*Assignment*.
Here is the task for the records below: repeat exactly the lines from the one with "# 1856); the" to the one with "flux_norm = 10", both included, and nothing else.

*Extracted data*.
╭──
def test_csv_missing_cells_are_dropped_and_counted(tmp_path):
    time, flux, _ = _arrays()
    rows = [f"{float(t)!r},{float(f)!r}" for t, f in zip(time, flux, strict=True)]
    rows[3] = f"{float(time[3])!r},"
    rows[7] = f"{float(time[7])!r},NaN"
    rows[9] = f"{float(time[9])!r},null"
    seg = read_segment(_csv(tmp_path / "gaps.csv", "time,flux\n" + "\n".join(rows)))
    assert seg.n_points == 38 and seg.meta["n_dropped_nonfinite"] == 3
    assert seg.meta["n_rows_read"] == 41


def test_csv_quarters_are_normalised_separately(tmp_path):
    # Un-stitched quarters with different levels (common practice: per-quarter median).
    n = 61
    rng = np.random.default_rng(5)
    time = np.arange(n) * 0.0204
    quarter = np.repeat([14, 15, 16], [21, 19, 21])
    flux = np.repeat([3773.0, 3650.0, 3901.0], [21, 19, 21]) * (1 + rng.normal(0, 1e-3, n))
    path = _table_csv(
        tmp_path / "q.csv", {"time_bkjd": time, "pdcsap_flux": flux, "quarter": quarter}
    )
    seg = read_segment(path)
    assert seg.meta["group_col"] == "quarter"
    assert seg.meta["groups_normalised"] == ("14", "15", "16")
    for label in (14, 15, 16):
        assert np.median(seg.flux[quarter == label]) == pytest.approx(1.0, abs=1e-15)
    renamed = _table_csv(tmp_path / "cam.csv", {"time": time, "flux": flux, "camera": quarter})
    assert read_segment(renamed, group_col="camera").meta["groups_normalised"] == ("14", "15", "16")
    assert "groups_normalised" not in read_segment(renamed).meta


def test_csv_quality_flags_are_masked_and_counted(tmp_path):
    time, flux, err = _arrays()
    quality = np.zeros(41, dtype=int)
    quality[[2, 5, 6]] = [1, 128, 4096]
    path = _table_csv(
        tmp_path / "q.csv", {"time": time, "flux": flux, "flux_err": err, "quality": quality}
    )
    seg = read_segment(path)
    keep = quality == 0
    assert seg.meta["n_dropped_quality"] == 3 and seg.meta["quality_col"] == "quality"
    assert seg == make_segment(time[keep], flux[keep], err[keep], id="q")


def test_csv_magnitudes_are_converted_to_flux(tmp_path):
    # Reference: astropy's logarithmic unit u.Magnitude(m).physical = 10**(-0.4 m) (Pogson
    # 1856); the error from a central finite difference of the same astropy conversion.
    rng = np.random.default_rng(6)
    time = np.arange(41) * TWO_MIN_DAYS
    mag = 8.3 + rng.normal(0.0, 0.002, 41)
    mag_err = np.full(41, 0.001)
    path = _table_csv(tmp_path / "m.csv", {"time_btjd": time, "mag": mag, "mag_err": mag_err})
    seg = read_segment(path)
    reference = u.Magnitude(mag).physical
    np.testing.assert_allclose(seg.flux, reference / np.median(reference), rtol=1e-12)
    step = 1e-6
    slope = (u.Magnitude(mag - step).physical - u.Magnitude(mag + step).physical) / (2 * step)
    np.testing.assert_allclose(seg.flux_err, slope * mag_err / np.median(reference), rtol=1e-6)
    assert seg.meta["flux_from_magnitude"] is True and seg.meta["magnitude_col"] == "mag"
    assert seg.meta["time_offset_bjd"] == 2457000.0  # BTJD = BJD - 2457000 (TESS convention)


def test_flux_column_wins_over_magnitudes_unless_asked(tmp_path):
    rng = np.random.default_rng(7)
    mag_rel = rng.normal(0.0, 0.001, 41)
    flux_norm = 10 ** (-0.4 * mag_rel) * 1.0001
    path = _table_csv(
        tmp_path / "b.csv", {"time_btjd": T, "flux_norm": flux_norm, "mag_rel": mag_rel}
    )
    assert read_segment(path).meta["flux_col"] == "flux_norm"
    from_mag = read_segment(path, flux_col="mag_rel")
    assert from_mag.meta["flux_from_magnitude"] is True
    np.testing.assert_allclose(from_mag.flux, read_segment(path).flux, rtol=1e-12)


def test_csv_batch_with_segment_id(tmp_path):
    path = _table_csv(tmp_path / "batch.csv", _BATCH)
    segs = read_segments(path)
    assert [s.id for s in segs] == ["a", "b"]
    assert all(s.n_points == 41 for s in segs)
╰──
*Answer to this task*.
    # 1856); the error from a central finite difference of the same astropy conversion.
    rng = np.random.default_rng(6)
    time = np.arange(41) * TWO_MIN_DAYS
    mag = 8.3 + rng.normal(0.0, 0.002, 41)
    mag_err = np.full(41, 0.001)
    path = _table_csv(tmp_path / "m.csv", {"time_btjd": time, "mag": mag, "mag_err": mag_err})
    seg = read_segment(path)
    reference = u.Magnitude(mag).physical
    np.testing.assert_allclose(seg.flux, reference / np.median(reference), rtol=1e-12)
    step = 1e-6
    slope = (u.Magnitude(mag - step).physical - u.Magnitude(mag + step).physical) / (2 * step)
    np.testing.assert_allclose(seg.flux_err, slope * mag_err / np.median(reference), rtol=1e-6)
    assert seg.meta["flux_from_magnitude"] is True and seg.meta["magnitude_col"] == "mag"
    assert seg.meta["time_offset_bjd"] == 2457000.0  # BTJD = BJD - 2457000 (TESS convention)


def test_flux_column_wins_over_magnitudes_unless_asked(tmp_path):
    rng = np.random.default_rng(7)
    mag_rel = rng.normal(0.0, 0.001, 41)
    flux_norm = 10 ** (-0.4 * mag_rel) * 1.0001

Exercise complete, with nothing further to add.